- [EXERCISE DESCRIPTION]
The records that follow must be repeated verbatim, every one of them.

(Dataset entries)
• • • • •

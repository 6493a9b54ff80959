import time
import uuid
from datetime import UTC, datetime, timedelta

import pytest

from campaigns import ticker as ticker_module
from campaigns.models import IdempotencyKey
from campaigns.ticker import Ticker
from tests.campaigns.stage import make_person

NOW = datetime(2027, 3, 14, 5, 6, 7, tzinfo=UTC)


def test_a_tick_looks_at_claims_and_plans_with_one_time(monkeypatch):
    seen = []
    monkeypatch.setattr(
        ticker_module, "lapse_all_claims", lambda *, wall_now: seen.append(wall_now)
    )
    monkeypatch.setattr(
        ticker_module, "ask_for_due_plans", lambda *, wall_now: seen.append(wall_now)
    )
    ticker_module.tick(wall_now=NOW)
    assert seen == [NOW, NOW]


def test_a_tick_that_fails_is_counted_and_the_next_one_comes(monkeypatch):
    n_ticks = 0

    def fail_first(*, wall_now):
        nonlocal n_ticks
        n_ticks += 1
        if n_ticks == 1:
            raise OSError("no database")

    monkeypatch.setattr(ticker_module, "tick", fail_first)
    monkeypatch.setattr(ticker_module, "forget_old_keys", lambda *, wall_now: None)
    ticker = Ticker(period_s=0.01, clock=lambda: NOW)
    ticker.start()
    deadline = time.monotonic() + 5
    while n_ticks < 3 and time.monotonic() < deadline:
        time.sleep(0.01)
    ticker.stop()
    assert n_ticks >= 3
    assert ticker.n_faults == 1


def test_old_keys_are_forgotten_at_the_start_and_then_once_a_day(monkeypatch):
    forgotten = []
    monkeypatch.setattr(ticker_module, "tick", lambda *, wall_now: None)
    monkeypatch.setattr(
        ticker_module, "forget_old_keys", lambda *, wall_now: forgotten.append(wall_now)
    )
    ticker = Ticker()
    hours = [0.0, 0.1, 23.9, 24.0, 24.1, 47.9, 50.0, 73.9, 74.0]
    for hour in hours:
        ticker.look(wall_now=NOW + timedelta(hours=hour))
    assert [(one - NOW).total_seconds() / 3600.0 for one in forgotten] == [0.0, 24.0, 50.0, 74.0]


def test_a_day_whose_forgetting_failed_is_tried_again_at_the_next_look(monkeypatch):
    tries = []

    def fail_once(*, wall_now):
        tries.append(wall_now)
        if len(tries) == 1:
            raise OSError("no database")

    monkeypatch.setattr(ticker_module, "tick", lambda *, wall_now: None)
    monkeypatch.setattr(ticker_module, "forget_old_keys", fail_once)
    ticker = Ticker()
    with pytest.raises(OSError, match="no database"):
        ticker.look(wall_now=NOW)
    for _ in range(2):
        ticker.look(wall_now=NOW + timedelta(seconds=1))
    assert len(tries) == 2


@pytest.mark.django_db
def test_a_look_deletes_keys_older_than_thirty_days_and_no_others():
    person = make_person("Observer Ada")
    for age_d in (29, 31):
        IdempotencyKey.objects.create(
            person=person,
            operation="claims",
            key=uuid.uuid4(),
            body_sha256="a" * 64,
            status=201,
            answer={},
            made_at=NOW - timedelta(days=age_d),
        )
    Ticker().look(wall_now=NOW)
    assert IdempotencyKey.objects.get().made_at == NOW - timedelta(days=29)
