import time

from campaigns import ticker as ticker_module
from campaigns.ticker import Ticker


def test_a_tick_looks_at_claims_and_plans_with_one_time(monkeypatch):
    seen = []
    monkeypatch.setattr(
        ticker_module, "lapse_all_claims", lambda *, wall_now: seen.append(wall_now)
    )
    monkeypatch.setattr(
        ticker_module, "ask_for_due_plans", lambda *, wall_now: seen.append(wall_now)
    )
    ticker_module.tick()
    assert len(seen) == 2
    assert seen[0] == seen[1]
    assert seen[0].utcoffset().total_seconds() == 0


def test_a_tick_that_fails_is_counted_and_the_next_one_comes(monkeypatch):
    n_ticks = 0

    def fail_first():
        nonlocal n_ticks
        n_ticks += 1
        if n_ticks == 1:
            raise OSError("no database")

    monkeypatch.setattr(ticker_module, "tick", fail_first)
    ticker = Ticker(period_s=0.01)
    ticker.start()
    deadline = time.monotonic() + 5
    while n_ticks < 3 and time.monotonic() < deadline:
        time.sleep(0.01)
    ticker.stop()
    assert n_ticks >= 3
    assert ticker.n_faults == 1
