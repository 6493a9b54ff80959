import pytest
from django.test import Client

PASSWORD = "a dark clear night"
JSON = "application/json"


def _sign_in(client, name, password=PASSWORD, **more):
    body = {"name": name, "password": password}
    return client.post("/api/v1/session", body, content_type=JSON, **more)


def test_nobody_is_signed_in_at_first(client, db):
    answer = client.get("/api/v1/session").json()
    assert (answer["signed_in"], answer["observer"]) == (False, None)
    assert answer["csrf"]


def test_signing_in_and_out(client, observer):
    answer = _sign_in(client, "Jon Veld")
    assert answer.status_code == 200
    expected = {"id": observer.pk, "name": "Jon Veld", "role": "observer"}
    assert answer.json()["observer"] == expected
    assert client.get("/api/v1/session").json()["observer"] == expected
    assert client.delete("/api/v1/session").json()["signed_in"] is False
    assert client.get("/api/v1/session").json()["signed_in"] is False


def test_a_name_is_the_same_in_any_case(client, observer):
    assert _sign_in(client, "  jon VELD ").status_code == 200


@pytest.mark.parametrize(
    ("name", "password"), [("Jon Veld", "wrong"), ("Nobody", PASSWORD), ("Jon", PASSWORD)]
)
def test_wrong_name_and_wrong_password_look_the_same(client, observer, name, password):
    answer = _sign_in(client, name, password)
    assert answer.status_code == 401
    assert answer.json()["code"] == "bad-sign-in"
    assert answer.json()["detail"] == "Name and password do not fit."


def test_who_was_shut_out_cannot_sign_in(client, observer):
    observer.is_active = False
    observer.save()
    assert _sign_in(client, "Jon Veld").status_code == 401


def test_guessing_is_slowed_down(client, observer):
    for _ in range(5):
        assert _sign_in(client, "Jon Veld", "guess").status_code == 401
    answer = _sign_in(client, "Jon Veld")
    assert answer.status_code == 429
    assert answer.json()["code"] == "throttled"
    assert int(answer["Retry-After"]) > 0


def test_guessing_shuts_out_neither_others_nor_the_same_person_elsewhere(
    client, observer, coordinator
):
    for _ in range(6):
        _sign_in(client, "Jon Veld", "guess")
    assert _sign_in(client, "Ada Merken").status_code == 200
    assert _sign_in(client, "Jon Veld", REMOTE_ADDR="192.0.2.7").status_code == 200


def test_forty_people_behind_one_address_may_all_sign_in(client, make_person):
    for number in range(40):
        make_person(f"Person {number}")
        assert _sign_in(client, f"Person {number}").status_code == 200


def test_a_new_password_ends_old_sessions(client, observer):
    _sign_in(client, "Jon Veld")
    observer.set_password("another dark night")
    observer.save()
    assert client.get("/api/v1/session").json()["signed_in"] is False


def test_a_browser_that_writes_needs_the_csrf_token(observer):
    browser = Client(enforce_csrf_checks=True)
    csrf = _sign_in(browser, "Jon Veld").json()["csrf"]
    refused = browser.post("/api/v1/tokens", {"label": "x"}, content_type=JSON)
    assert (refused.status_code, refused.json()["code"]) == (403, "csrf")
    headers = {"X-CSRFToken": csrf}
    made = browser.post("/api/v1/tokens", {"label": "x"}, content_type=JSON, headers=headers)
    assert made.status_code == 201


@pytest.mark.parametrize("kind", ["text/plain", "application/x-www-form-urlencoded"])
def test_a_form_of_another_site_cannot_sign_anybody_in(client, observer, kind):
    body = '{"name": "Jon Veld", "password": "a dark clear night"}'
    assert client.post("/api/v1/session", body, content_type=kind).status_code == 415


def test_cookies_are_out_of_reach_for_scripts_and_other_sites(client, observer):
    cookie = _sign_in(client, "Jon Veld").cookies["quartersky_session"]
    assert cookie["httponly"]
    assert cookie["samesite"] == "Lax"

• • • • •

- [ANSWER TO THIS TASK]
repository 6493a9b54ff80959
import time
import uuid
from datetime import UTC, datetime, timedelta

import pytest

from campaigns import ticker as ticker_module
from campaigns.models import IdempotencyKey
from campaigns.ticker import Ticker
from tests.campaigns.stage import make_person

NOW = datetime(2027, 3, 14, 5, 6, 7, tzinfo=UTC)


def test_a_tick_looks_at_claims_and_plans_with_one_time(monkeypatch):
    seen = []
    monkeypatch.setattr(
        ticker_module, "lapse_all_claims", lambda *, wall_now: seen.append(wall_now)
    )
    monkeypatch.setattr(
        ticker_module, "ask_for_due_plans", lambda *, wall_now: seen.append(wall_now)
    )
    ticker_module.tick(wall_now=NOW)
    assert seen == [NOW, NOW]


def test_a_tick_that_fails_is_counted_and_the_next_one_comes(monkeypatch):
    n_ticks = 0

    def fail_first(*, wall_now):
        nonlocal n_ticks
        n_ticks += 1
        if n_ticks == 1:
            raise OSError("no database")

    monkeypatch.setattr(ticker_module, "tick", fail_first)
    monkeypatch.setattr(ticker_module, "forget_old_keys", lambda *, wall_now: None)
    ticker = Ticker(period_s=0.01, clock=lambda: NOW)
    ticker.start()
    deadline = time.monotonic() + 5
    while n_ticks < 3 and time.monotonic() < deadline:
        time.sleep(0.01)
    ticker.stop()
    assert n_ticks >= 3
    assert ticker.n_faults == 1


def test_old_keys_are_forgotten_at_the_start_and_then_once_a_day(monkeypatch):
    forgotten = []
    monkeypatch.setattr(ticker_module, "tick", lambda *, wall_now: None)
    monkeypatch.setattr(
        ticker_module, "forget_old_keys", lambda *, wall_now: forgotten.append(wall_now)
    )
    ticker = Ticker()
    hours = [0.0, 0.1, 23.9, 24.0, 24.1, 47.9, 50.0, 73.9, 74.0]
    for hour in hours:
        ticker.look(wall_now=NOW + timedelta(hours=hour))
    assert [(one - NOW).total_seconds() / 3600.0 for one in forgotten] == [0.0, 24.0, 50.0, 74.0]


def test_a_day_whose_forgetting_failed_is_tried_again_at_the_next_look(monkeypatch):
    tries = []

    def fail_once(*, wall_now):
        tries.append(wall_now)
        if len(tries) == 1:
            raise OSError("no database")

    monkeypatch.setattr(ticker_module, "tick", lambda *, wall_now: None)
    monkeypatch.setattr(ticker_module, "forget_old_keys", fail_once)
    ticker = Ticker()
    with pytest.raises(OSError, match="no database"):
        ticker.look(wall_now=NOW)
    for _ in range(2):
        ticker.look(wall_now=NOW + timedelta(seconds=1))
    assert len(tries) == 2


@pytest.mark.django_db
def test_a_look_deletes_keys_older_than_thirty_days_and_no_others():
    person = make_person("Observer Ada")
    for age_d in (29, 31):
        IdempotencyKey.objects.create(
            person=person,
            operation="claims",
            key=uuid.uuid4(),
            body_sha256="a" * 64,
            status=201,
            answer={},
            made_at=NOW - timedelta(days=age_d),
        )
    Ticker().look(wall_now=NOW)
    assert IdempotencyKey.objects.get().made_at == NOW - timedelta(days=29)
import time

from campaigns import ticker as ticker_module
from campaigns.ticker import Ticker


def test_a_tick_looks_at_claims_and_plans_with_one_time(monkeypatch):
    seen = []
    monkeypatch.setattr(
        ticker_module, "lapse_all_claims", lambda *, wall_now: seen.append(wall_now)
    )
    monkeypatch.setattr(
        ticker_module, "ask_for_due_plans", lambda *, wall_now: seen.append(wall_now)
    )
    ticker_module.tick()
    assert len(seen) == 2
    assert seen[0] == seen[1]
    assert seen[0].utcoffset().total_seconds() == 0


def test_a_tick_that_fails_is_counted_and_the_next_one_comes(monkeypatch):
    n_ticks = 0

    def fail_first():
        nonlocal n_ticks
        n_ticks += 1
        if n_ticks == 1:
            raise OSError("no database")

    monkeypatch.setattr(ticker_module, "tick", fail_first)
    ticker = Ticker(period_s=0.01)
    ticker.start()
    deadline = time.monotonic() + 5
    while n_ticks < 3 and time.monotonic() < deadline:
        time.sleep(0.01)
    ticker.stop()
    assert n_ticks >= 3
    assert ticker.n_faults == 1
repository 6493a9b54ff80959
import pytest
from django.test import Client

PASSWORD = "a dark clear night"
JSON = "application/json"


def _sign_in(client, name, password=PASSWORD, **more):
    body = {"name": name, "password": password}
    return client.post("/api/v1/session", body, content_type=JSON, **more)


def test_nobody_is_signed_in_at_first(client, db):
    answer = client.get("/api/v1/session").json()
    assert (answer["signed_in"], answer["observer"]) == (False, None)
    assert answer["csrf"]


def test_signing_in_and_out(client, observer):
    answer = _sign_in(client, "Jon Veld")
    assert answer.status_code == 200
    expected = {"id": observer.pk, "name": "Jon Veld", "role": "observer"}
    assert answer.json()["observer"] == expected
    assert client.get("/api/v1/session").json()["observer"] == expected
    assert client.delete("/api/v1/session").json()["signed_in"] is False
    assert client.get("/api/v1/session").json()["signed_in"] is False


def test_a_name_is_the_same_in_any_case(client, observer):
    assert _sign_in(client, "  jon VELD ").status_code == 200


@pytest.mark.parametrize(
    ("name", "password"), [("Jon Veld", "wrong"), ("Nobody", PASSWORD), ("Jon", PASSWORD)]
)
def test_wrong_name_and_wrong_password_look_the_same(client, observer, name, password):
    answer = _sign_in(client, name, password)
    assert answer.status_code == 401
    assert answer.json()["code"] == "bad-sign-in"
    assert answer.json()["detail"] == "Name and password do not fit."


def test_who_was_shut_out_cannot_sign_in(client, observer):
    observer.is_active = False
    observer.save()
    assert _sign_in(client, "Jon Veld").status_code == 401


def test_guessing_is_slowed_down(client, observer):
    for _ in range(5):
        assert _sign_in(client, "Jon Veld", "guess").status_code == 401
    answer = _sign_in(client, "Jon Veld")
    assert answer.status_code == 429
    assert answer.json()["code"] == "throttled"
    assert int(answer["Retry-After"]) > 0


def test_guessing_shuts_out_neither_others_nor_the_same_person_elsewhere(
    client, observer, coordinator
):
    for _ in range(6):
        _sign_in(client, "Jon Veld", "guess")
    assert _sign_in(client, "Ada Merken").status_code == 200
    assert _sign_in(client, "Jon Veld", REMOTE_ADDR="192.0.2.7").status_code == 200


def test_forty_people_behind_one_address_may_all_sign_in(client, make_person):
    for number in range(40):
        make_person(f"Person {number}")
        assert _sign_in(client, f"Person {number}").status_code == 200


def test_a_new_password_ends_old_sessions(client, observer):
    _sign_in(client, "Jon Veld")
    observer.set_password("another dark night")
    observer.save()
    assert client.get("/api/v1/session").json()["signed_in"] is False


def test_a_browser_that_writes_needs_the_csrf_token(observer):
    browser = Client(enforce_csrf_checks=True)
    csrf = _sign_in(browser, "Jon Veld").json()["csrf"]
    refused = browser.post("/api/v1/tokens", {"label": "x"}, content_type=JSON)
    assert (refused.status_code, refused.json()["code"]) == (403, "csrf")
    headers = {"X-CSRFToken": csrf}
    made = browser.post("/api/v1/tokens", {"label": "x"}, content_type=JSON, headers=headers)
    assert made.status_code == 201


@pytest.mark.parametrize("kind", ["text/plain", "application/x-www-form-urlencoded"])
def test_a_form_of_another_site_cannot_sign_anybody_in(client, observer, kind):
    body = '{"name": "Jon Veld", "password": "a dark clear night"}'
    assert client.post("/api/v1/session", body, content_type=kind).status_code == 415


def test_cookies_are_out_of_reach_for_scripts_and_other_sites(client, observer):
    cookie = _sign_in(client, "Jon Veld").cookies["quartersky_session"]
    assert cookie["httponly"]
    assert cookie["samesite"] == "Lax"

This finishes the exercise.